§ WORK INSTRUCTION
Below are the records; copy exactly the stretch from the line containing "has no vertex" through the line containing "cannot span vertices", both ends included, and nothing else.
=== EXTRACTED ENTRIES ===
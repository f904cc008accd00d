#include "core/text.hpp"

#include <string>
#include <vector>

#include <doctest/doctest.h>

using namespace irrepwise;

TEST_CASE("slips are counted letter by letter, an exchange of neighbours as one") {
  CHECK(edit_distance("charge", "charge") == 0);
  CHECK(edit_distance("charge", "CHARGE") == 0);
  CHECK(edit_distance("chrage", "charge") == 1);  // exchanged
  CHECK(edit_distance("chage", "charge") == 1);   // left out
  CHECK(edit_distance("charrge", "charge") == 1);
  CHECK(edit_distance("chorge", "charge") == 1);
  CHECK(edit_distance("", "eg") == 2);
  CHECK(edit_distance("eg", "") == 2);
  // Levenshtein, Sov. Phys. Dokl. 10, 707 (1966); the pair is common practice.
  CHECK(edit_distance("kitten", "sitting") == 3);
}

TEST_CASE("a word that begins a known one means it, the shortest of several") {
  const std::vector<std::string> names = {"CN", "cis-ammine", "cis-aqua", "trans-aqua"};
  CHECK(nearest_word("cis", names) == "cis-aqua");
  CHECK(nearest_word("CIS-AM", names) == "cis-ammine");
  CHECK(nearest_word("tarns-aqua", names) == "trans-aqua");
  CHECK(nearest_word("ci", names) == "CN");  // two letters begin too much
  CHECK(nearest_word("fluoride", names).empty());
}
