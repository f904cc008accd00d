#include "complex/ligand.hpp"

#include <algorithm>
#include <utility>

#include <fmt/format.h>

#include "core/error.hpp"
#include "core/file.hpp"
#include "core/parse.hpp"
#include "core/text.hpp"

namespace irrepwise {
namespace {

std::string lower(std::string_view text) {
  std::string out(text);
  for (char& c : out) c = c >= 'A' && c <= 'Z' ? static_cast<char>(c - 'A' + 'a') : c;
  return out;
}

bool has_name(const Ligand& ligand, std::string_view name) {
  return ligand.name == name ||
         std::find(ligand.names.begin(), ligand.names.end(), name) != ligand.names.end();
}

bool has_name_in_any_case(const Ligand& ligand, std::string_view name) {
  const std::string wanted = lower(name);
  return lower(ligand.name) == wanted ||
         std::any_of(ligand.names.begin(), ligand.names.end(),
                     [&](const std::string& other) { return lower(other) == wanted; });
}

}  // namespace

LigandLibrary::LigandLibrary(std::vector<Ligand> ligands) : ligands_(std::move(ligands)) {
  std::map<std::string, const Ligand*> owners;
  for (const Ligand& ligand : ligands_) {
    std::vector<std::string> all = ligand.names;
    all.push_back(ligand.name);
    for (const std::string& name : all) {
      const auto [found, is_new] = owners.emplace(name, &ligand);
      if (is_new || found->second == &ligand) continue;
      throw Error(fmt::format("{} is a name of both {} and {}; names must differ", quoted(name),
                              found->second->name, ligand.name));
    }
  }
}

const Ligand& LigandLibrary::find(std::string_view name) const {
  for (const Ligand& ligand : ligands_) {
    if (has_name(ligand, name)) return ligand;
  }
  const Ligand* only = nullptr;
  int n_found = 0;
  for (const Ligand& ligand : ligands_) {
    if (!has_name_in_any_case(ligand, name)) continue;
    only = &ligand;
    ++n_found;
  }
  if (n_found == 1) return *only;
  std::vector<std::string> known;
  for (const Ligand& ligand : ligands_) {
    known.push_back(ligand.name);
    known.insert(known.end(), ligand.names.begin(), ligand.names.end());
  }
  const std::string nearest = nearest_word(name, known);
  throw Error(fmt::format("no ligand is called {}{} `irrepwise build --list ligands` shows all",
                          quoted(name),
                          nearest.empty() ? ";" : ", did you mean '" + nearest + "'?"));
}

LigandLibrary LigandLibrary::extended_by(const LigandLibrary& other) const {
  std::vector<Ligand> ligands;
  for (const Ligand& ligand : ligands_) {
    const bool replaced = std::any_of(other.ligands_.begin(), other.ligands_.end(),
                                      [&](const Ligand& o) { return o.name == ligand.name; });
    if (!replaced) ligands.push_back(ligand);
  }
  ligands.insert(ligands.end(), other.ligands_.begin(), other.ligands_.end());
  return LigandLibrary(std::move(ligands));
}

LigandLibrary read_ligands(const std::string& path) {
  return parse_ligands(read_text_file(path), path);
}

}  // namespace irrepwise
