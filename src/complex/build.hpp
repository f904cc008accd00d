// From what the user says of a complex to its atoms, its group and its electrons.
#pragma once

#include <string>
#include <vector>

#include "complex/electron_count.hpp"
#include "complex/spec.hpp"
#include "molecule/molecule.hpp"

namespace irrepwise {

/// A ligand in the finished complex.
struct BuiltLigand {
  std::string name;
  int charge = 0;
  std::vector<int> centres;                // from 0: one, or both for a bridge
  std::vector<int> vertices;               // from 1: of that centre, or one of each for a bridge
  std::vector<int> atoms;                  // indices in the molecule, in the order of the library
  std::vector<double> distances_angstrom;  // metal to donors, for each tooth or each metal
  int denticity = 1;
  int hapticity = 1;
  int electrons = 0;           // to each metal
  double twist_degrees = 0.0;  // from the reference direction; 0 where it changes nothing
  double bite_degrees = 0.0;   // of a chelate
  bool turns = false;
  bool mirrored = false;
};

struct BuiltCentre {
  int atom = 0;            // index in the molecule
  std::string polyhedron;  // "OC-6"
  ElectronCount electrons;
};

/// The metals come first in the molecule, then the ligands in the order of the request, then the
/// bridges.
struct BuiltComplex {
  Molecule molecule;
  std::vector<BuiltCentre> centres;
  std::vector<BuiltLigand> ligands;
  std::string point_group;              // as found from the coordinates
  double largest_shift_angstrom = 0.0;  // of an atom, by which rounding was made good
  std::string how;                      // a line that says how it was made
};

/// @throws Error  as `assemble` and `most_symmetric_poses`; an oxidation state that is missing or
///                contradicts the charge; each with its place
[[nodiscard]] BuiltComplex build_complex(const ComplexSpec& complex);

}  // namespace irrepwise
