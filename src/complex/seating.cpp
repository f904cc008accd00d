// Which ligand stands on which vertices.
#include <algorithm>
#include <cmath>
#include <cstddef>
#include <numbers>

#include <fmt/format.h>

#include "complex/spec.hpp"
#include "core/at_place.hpp"
#include "core/error.hpp"
#include "core/text.hpp"

namespace irrepwise {
namespace {

std::string binding_words(const Binding& binding) {
  if (binding.denticity() > 1) return "two teeth";
  return binding.hapticity() > 1 ? fmt::format("η{}", binding.hapticity()) : "one tooth";
}

const Binding& choose_binding(const Ligand& ligand, const LigandRequest& request) {
  for (const Binding& binding : ligand.bindings) {
    const bool teeth_fit = !request.denticity || binding.denticity() == *request.denticity;
    const bool donors_fit = !request.hapticity || binding.hapticity() == *request.hapticity;
    if (teeth_fit && donors_fit) return binding;
  }
  std::vector<std::string> known;
  for (const Binding& binding : ligand.bindings) known.push_back(binding_words(binding));
  throw Error(fmt::format("{} does not bind with {}; it binds with {}", ligand.name,
                          request.hapticity ? fmt::format("hapticity {}", *request.hapticity)
                                            : fmt::format("denticity {}", *request.denticity),
                          joined(known, "or")));
}

double angle_between(const Polyhedron& polyhedron, int a, int b) {
  const double cosine = polyhedron.vertex(a).dot(polyhedron.vertex(b));
  return std::acos(std::clamp(cosine, -1.0, 1.0)) * 180.0 / std::numbers::pi;
}

// Who holds each vertex, from 1; empty where nobody does.
class Seats {
 public:
  explicit Seats(const Polyhedron& polyhedron)
      : polyhedron_(&polyhedron), holders_(static_cast<std::size_t>(polyhedron.size()) + 1) {}

  void take(int vertex, const std::string& holder) {
    if (vertex < 1 || vertex > polyhedron_->size()) {
      throw Error(fmt::format("{} has no vertex {}, expected 1 to {}", polyhedron_->kind().symbol,
                              vertex, polyhedron_->size()));
    }
    std::string& now = holders_[static_cast<std::size_t>(vertex)];
    if (!now.empty()) {
      throw Error(
          fmt::format("vertex {} is taken twice, by {} and {}; give each vertex to one "
                      "ligand",
                      vertex, now, holder));
    }
    now = holder;
  }

  [[nodiscard]] std::vector<int> free() const {
    std::vector<int> vertices;
    for (int v = 1; v <= polyhedron_->size(); ++v) {
      if (holders_[static_cast<std::size_t>(v)].empty()) vertices.push_back(v);
    }
    return vertices;
  }

  // The lowest free vertex, and for a second tooth the lowest within its reach.
  [[nodiscard]] std::vector<int> next(int n_teeth, const std::string& name) const {
    std::vector<int> vertices = free();
    if (static_cast<int>(vertices.size()) < n_teeth) {
      throw Error(fmt::format("no vertex is left for {}; {} has {}", name,
                              polyhedron_->kind().symbol, polyhedron_->size()));
    }
    if (n_teeth == 2) {
      const auto near = std::find_if(vertices.begin() + 1, vertices.end(), [&](int v) {
        return angle_between(*polyhedron_, vertices[0], v) <= widest_chelate_degrees;
      });
      if (near != vertices.end()) std::swap(vertices[1], *near);
    }
    vertices.resize(static_cast<std::size_t>(n_teeth));
    return vertices;
  }

 private:
  const Polyhedron* polyhedron_;
  std::vector<std::string> holders_;
};

void check_span(const Polyhedron& polyhedron, const Ligand& ligand, const std::vector<int>& v) {
  const double angle = angle_between(polyhedron, v[0], v[1]);
  if (angle <= widest_chelate_degrees) return;
  throw Error(fmt::format(
      "{} cannot span vertices {} and {} of {}, which are {:.0f}° apart; give "
      "it two neighbouring vertices, at most {:.0f}° apart",
      ligand.name, v[0], v[1], polyhedron.kind().symbol, angle, widest_chelate_degrees));
}

// The vertices of each single ligand that a request stands for.
std::vector<std::vector<int>> split(const LigandRequest& request, const Ligand& ligand,
                                    const Binding& binding, const Seats& seats) {
  if (request.covers) {
    if (binding.denticity() > 1 || binding.hapticity() < 2) {
      throw Error(fmt::format("{} has no side to lie over several vertices with; give it {}",
                              ligand.name, binding.denticity() > 1 ? "`vertices`" : "one vertex"));
    }
    if (request.vertices.size() < 2) throw Error("expected two or more vertices to lie over");
    return {request.vertices};
  }
  const auto n_teeth = static_cast<std::size_t>(binding.denticity());
  if (request.vertices.empty()) return {seats.next(binding.denticity(), ligand.name)};
  if (request.vertices.size() % n_teeth != 0) {
    throw Error(fmt::format("{} has {} teeth and was given {} {}; expected a multiple of {}",
                            ligand.name, n_teeth, request.vertices.size(),
                            request.vertices.size() == 1 ? "vertex" : "vertices", n_teeth));
  }
  std::vector<std::vector<int>> groups;
  for (std::size_t i = 0; i < request.vertices.size(); i += n_teeth) {
    groups.emplace_back(request.vertices.begin() + static_cast<std::ptrdiff_t>(i),
                        request.vertices.begin() + static_cast<std::ptrdiff_t>(i + n_teeth));
  }
  return groups;
}

std::string teeth_words(int teeth) {
  return fmt::format("{} {}", teeth, teeth == 1 ? "tooth" : "teeth");
}

// "1+2+3": an example of so many vertices, as the command line takes them.
std::string first_vertices(int count) {
  std::string words;
  for (int vertex = 1; vertex <= count; ++vertex) {
    words += fmt::format("{}{}", vertex == 1 ? "" : "+", vertex);
  }
  return words;
}

// What could fill more vertices: a ligand that binds by fewer teeth than it can.
std::string more_teeth_words(const std::vector<std::vector<SeatedLigand>>& seated) {
  for (const std::vector<SeatedLigand>& group : seated) {
    for (const SeatedLigand& one : group) {
      for (const Binding& binding : one.ligand->bindings) {
        if (binding.denticity() <= one.binding->denticity()) continue;
        return fmt::format(
            "; {0} binds by {1} here and can bind by {2}: {{ligand: {0}, denticity: {3}}}, or "
            "{0}@{4} "
            "on the command line",
            one.ligand->name, teeth_words(one.binding->denticity()),
            teeth_words(binding.denticity()), binding.denticity(),
            first_vertices(binding.denticity()));
      }
    }
  }
  return {};
}

}  // namespace

std::vector<SeatedLigand> seat_ligands(const CentreSpec& centre, const std::vector<int>& taken,
                                       const LigandLibrary& library) {
  const Polyhedron& polyhedron = centre.polyhedron;
  Seats seats(polyhedron);
  at_place(centre.place, [&] {
    for (const int vertex : taken) seats.take(vertex, "a bridge");
  });
  // Those with vertices choose first; the others take what is left, in their order.
  std::vector<std::vector<SeatedLigand>> seated(centre.ligands.size());
  for (const bool has_vertices : {true, false}) {
    for (std::size_t i = 0; i < centre.ligands.size(); ++i) {
      const LigandRequest& request = centre.ligands[i];
      if (request.vertices.empty() == has_vertices) continue;
      at_place(request.place, [&] {
        const Ligand& ligand = library.find(request.ligand);
        const Binding& binding = choose_binding(ligand, request);
        for (const std::vector<int>& vertices : split(request, ligand, binding, seats)) {
          for (const int vertex : vertices) seats.take(vertex, ligand.name);
          if (binding.denticity() == 2) check_span(polyhedron, ligand, vertices);
          SeatedLigand one{&ligand, &binding, request};
          one.request.vertices = vertices;
          seated[i].push_back(std::move(one));
        }
      });
    }
  }
  if (const std::vector<int> left = seats.free(); !left.empty()) {
    std::vector<std::string> names;
    for (const int vertex : left) names.push_back(std::to_string(vertex));
    at_place(centre.place, [&] {
      throw Error(
          fmt::format("nothing is on {} {} of {}; give it a ligand, or choose a smaller "
                      "polyhedron{}",
                      left.size() == 1 ? "vertex" : "vertices", joined(names),
                      polyhedron.kind().symbol, more_teeth_words(seated)));
    });
  }
  std::vector<SeatedLigand> all;
  for (std::vector<SeatedLigand>& group : seated) {
    for (SeatedLigand& one : group) all.push_back(std::move(one));
  }
  return all;
}

}  // namespace irrepwise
===
§ WRITTEN SOLUTION
      throw Error(fmt::format("{} has no vertex {}, expected 1 to {}", polyhedron_->kind().symbol,
                              vertex, polyhedron_->size()));
    }
    std::string& now = holders_[static_cast<std::size_t>(vertex)];
    if (!now.empty()) {
      throw Error(
          fmt::format("vertex {} is taken twice, by {} and {}; give each vertex to one "
                      "ligand",
                      vertex, now, holder));
    }
    now = holder;
  }

  [[nodiscard]] std::vector<int> free() const {
    std::vector<int> vertices;
    for (int v = 1; v <= polyhedron_->size(); ++v) {
      if (holders_[static_cast<std::size_t>(v)].empty()) vertices.push_back(v);
    }
    return vertices;
  }

  // The lowest free vertex, and for a second tooth the lowest within its reach.
  [[nodiscard]] std::vector<int> next(int n_teeth, const std::string& name) const {
    std::vector<int> vertices = free();
    if (static_cast<int>(vertices.size()) < n_teeth) {
      throw Error(fmt::format("no vertex is left for {}; {} has {}", name,
                              polyhedron_->kind().symbol, polyhedron_->size()));
    }
    if (n_teeth == 2) {
      const auto near = std::find_if(vertices.begin() + 1, vertices.end(), [&](int v) {
        return angle_between(*polyhedron_, vertices[0], v) <= widest_chelate_degrees;
      });
      if (near != vertices.end()) std::swap(vertices[1], *near);
    }
    vertices.resize(static_cast<std::size_t>(n_teeth));
    return vertices;
  }

 private:
  const Polyhedron* polyhedron_;
  std::vector<std::string> holders_;
};

void check_span(const Polyhedron& polyhedron, const Ligand& ligand, const std::vector<int>& v) {
  const double angle = angle_between(polyhedron, v[0], v[1]);
  if (angle <= widest_chelate_degrees) return;
  throw Error(fmt::format(
      "{} cannot span vertices {} and {} of {}, which are {:.0f}° apart; give "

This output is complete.